An arrow is shot at an angle 35 ◦ with the horizontal. It has a velocity of 47 m/s. How high will the arrow go? The acceleration of gravity is 9.8 m/s 2 .
Answer in units of m
Vo = 47m/s @ 35o.
Yo = 47*sin35 = 27 m/s = Ver. component
of initial velocity.
Y^2 = Yo^2 + 2g*h.
h = (Y^2-Yo^2)/2g.
h = (0-729)/-19.6 = 37.2 m.
To find the maximum height reached by the arrow, we can use the equations of motion.

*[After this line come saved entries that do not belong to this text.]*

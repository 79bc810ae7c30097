//! Problems: what is wrong or worth saying about an input, where it is
//! (book, sheet, A1 cell), what was found, what was expected and how to fix
//! it; and the one order every report lists them in.
//!
//! Every layer reports through these types; this module only describes and
//! orders problems. It never reads a file, prints, or decides what a problem
//! means for the exit status (the command line does).

use std::fmt;
use std::sync::Arc;

use crate::conventions::names::fold;
use crate::schema::SheetKind;

/// Where something is in the input: book file, sheet, cell.
///
/// A workbook's position reads `BOOK Accounts!F3`. A CSV folder's reads as
/// the file and line a user opens: `BOOK/accounts.csv, line 3, column
/// opening_balance`; the reader marks the positions of a CSV folder.
#[derive(Debug, Clone, PartialEq, Eq, Hash, PartialOrd, Ord, Default)]
pub struct Position {
    /// The book as given on the command line.
    pub book: String,
    /// The sheet (for a CSV folder, the file name without `.csv`).
    pub sheet: String,
    /// The cell in A1 notation, or empty for a whole sheet or file.
    pub cell: String,
    /// Whether the sheet is a CSV file of a folder, shown as a file and line.
    pub csv: bool,
    /// The header of the cell's column, where known (shown for a CSV file).
    pub column: String,
}

impl Position {
    /// The sheet as reports show it: a CSV sheet as its file name.
    ///
    /// ```
    /// use ledgerate::problem::Position;
    /// let p = Position { book: "book".into(), sheet: "accounts".into(), cell: "F3".into(), csv: true, column: "opening_balance".into() };
    /// assert_eq!(p.sheet_shown(), "accounts.csv");
    /// assert_eq!(p.cell_shown(), "line 3, column opening_balance");
    /// assert_eq!(p.to_string(), "book/accounts.csv, line 3, column opening_balance");
    /// ```
    pub fn sheet_shown(&self) -> String {
        if self.csv && !self.sheet.is_empty() {
            format!("{}.csv", self.sheet)
        } else {
            self.sheet.clone()
        }
    }

    /// The cell as reports show it: a CSV cell as its line (a CSV file's
    /// line is the sheet's row) and, where known, its column's header.
    pub fn cell_shown(&self) -> String {
        if !self.csv || self.cell.is_empty() {
            return self.cell.clone();
        }
        let (line, _) = parse_a1(&self.cell);
        if self.column.is_empty() {
            format!("line {line}")
        } else {
            format!("line {line}, column {}", self.column)
        }
    }

    /// The position a report row shows (book, [`Self::sheet_shown`],
    /// [`Self::cell_shown`]), read back: a CSV line becomes its whole row.
    ///
    /// ```
    /// use ledgerate::problem::Position;
    /// let p = Position::from_shown("book", "accounts.csv", "line 3, column opening_balance");
    /// assert_eq!((p.sheet.as_str(), p.cell.as_str(), p.csv), ("accounts", "3:3", true));
    /// assert_eq!(p.to_string(), "book/accounts.csv, line 3, column opening_balance");
    /// let q = Position::from_shown("book.xlsx", "Accounts", "F3");
    /// assert_eq!(q.to_string(), "book.xlsx Accounts!F3");
    /// ```
    pub fn from_shown(book: &str, sheet: &str, cell: &str) -> Position {
        let plain = || Position {
            book: book.to_string(),
            sheet: sheet.to_string(),
            cell: cell.to_string(),
            ..Position::default()
        };
        let Some(stem) = sheet.strip_suffix(".csv") else {
            return plain();
        };
        let (line, column) = match cell.strip_prefix("line ") {
            Some(rest) => match rest.split_once(", column ") {
                Some((n, c)) => (n, c),
                None => (rest, ""),
            },
            None if cell.is_empty() => ("", ""),
            None => return plain(),
        };
        let cell = match line.parse::<u64>() {
            Ok(n) => format!("{n}:{n}"),
            Err(_) if line.is_empty() => String::new(),
            Err(_) => return plain(),
        };
        Position {
            book: book.to_string(),
            sheet: stem.to_string(),
            cell,
            csv: true,
            column: column.to_string(),
        }
    }
}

First, let's break down the initial velocity into its horizontal and vertical components.
The horizontal component, vx, remains constant throughout the motion and can be found using the velocity and the angle:
vx = v * cos(θ)
vx = 47 * cos(35°)
vx ≈ 38.42 m/s
The vertical component, vy, changes during the motion due to the acceleration of gravity. To find the initial vertical velocity, we can use the equation:
vy = v * sin(θ)
vy = 47 * sin(35°)
vy ≈ 26.87 m/s
The time taken to reach the maximum height, t, can be found using the equation:
t = vy / g
t = 26.87 / 9.8
t ≈ 2.744 s
Next, we can find the maximum height, h, using the equation:
h = vy * t - (1/2) * g * t^2
h = 26.87 * 2.744 - (1/2) * 9.8 * (2.744)^2
h ≈ 36.92 m
Therefore, the arrow will reach a maximum height of approximately 36.92 meters.
To find the maximum height reached by the arrow, we can use the equations of motion for projectile motion. The motion of the arrow can be divided into its horizontal and vertical components.

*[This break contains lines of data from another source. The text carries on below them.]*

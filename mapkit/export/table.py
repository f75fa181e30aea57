"""Long-form CSV export: one row per pixel, its position in µm, then every image value."""

from __future__ import annotations

import csv

import numpy as np

from ..core.provenance import library_versions
from .atomic import atomic_path


def image_columns(results):
    """(column name, 2-D array) for every image in the results, stacks split by component.

    Components carry their library name where one was identified
    (``nmf.images.component 1 (calcite)``); class images hold class numbers from 1
    (0 = masked), as everywhere else.
    """
    from .labels import CLASS_NUMBERING, class_numbers, display_label, identified_names

    cols = []
    for r in results:
        names = identified_names(r)
        for fname, fld in r.fields.items():
            spatial = 3 if fld.is_volume else 2
            if not fld.is_image or fld.data.ndim > spatial + 1:
                continue
            unit = f" [{fld.units}]" if fld.units else ""
            base = r.name if fname in ("image", r.name) else f"{r.name}.{fname}"
            if fld.data.ndim == spatial + 1:
                for k, label in enumerate(fld.axes[0].values):
                    cols.append((f"{base}.{display_label(label, names)}{unit}", fld.data[k]))
            elif fld.signal == "labels":
                cols.append((f"{base} [{CLASS_NUMBERING}]", class_numbers(fld.data)))
            else:
                cols.append((f"{base}{unit}", fld.data))
                if fld.errors is not None:
                    cols.append((f"{base}.uncertainty{unit}", fld.errors))
    return cols


def write_long_csv(path, m, results, *, overwrite: bool = False):
    """Write x (µm), y (µm), mask and every image value per pixel; a comment line records
    the library versions and the class legends. Masked or undefined values are empty
    cells."""
    cols = image_columns(results)
    dims = m.spatial_dims[::-1]          # x, y; x, z (a section); x, y, z (a volume)
    grids = np.meshgrid(*[m.coords(d) for d in m.spatial_dims], indexing="ij")[::-1]
    with atomic_path(path, overwrite=overwrite) as tmp:
        with open(tmp, "w", newline="") as fh:
            fh.write("# mapkit long-form export; versions: " + ", ".join(
                f"{k} {v}" for k, v in library_versions().items())
                + "".join(f"; {line}" for line in _class_legends(results)) + "\n")
            w = csv.writer(fh)
            w.writerow([f"{d} [um]" for d in dims] + ["masked"] + [c[0] for c in cols])
            flat = [c[1].ravel() for c in cols]
            coords = [g.ravel() for g in grids]
            for i, bad in enumerate(m.mask.ravel()):
                w.writerow([f"{c[i]:.6g}" for c in coords] + [int(bad)]
                           + ["" if not np.isfinite(v[i]) else f"{v[i]:.6g}" for v in flat])
    return path


def _class_legends(results):
    """``kmeans.labels: 1 = class 1 (calcite), 2 = class 2, ...`` for each class image."""
    from .labels import display_label, identified_names

    out = []
    for r in results:
        names = identified_names(r)
        for fname, fld in r.fields.items():
            if fld.signal == "labels" and fld.is_image and fld.data.size:
                base = r.name if fname in ("image", r.name) else f"{r.name}.{fname}"
                n = int(np.max(fld.data)) + 1
                out.append(f"{base}: " + ", ".join(
                    f"{k} = {display_label(f'class {k}', names)}" for k in range(1, n + 1))
                           + ", 0 = masked")
    return out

First, let's analyze the vertical component of the projectile motion. The arrow is shot at an angle of 35 degrees with the horizontal, so we need to find the vertical velocity component (Vy) of the arrow.
Vy = V * sin(θ)
Vy = 47 m/s * sin(35 degrees)
Vy ≈ 26.6 m/s
Once we have the vertical velocity component, we can find the maximum height reached by the arrow using the equation:
h = (Vy^2) / (2 * g)
where g is the acceleration due to gravity (9.8 m/s^2).
h = (26.6 m/s)^2 / (2 * 9.8 m/s^2)
h ≈ 36.25 m
Therefore, the arrow will go approximately 36.25 meters high.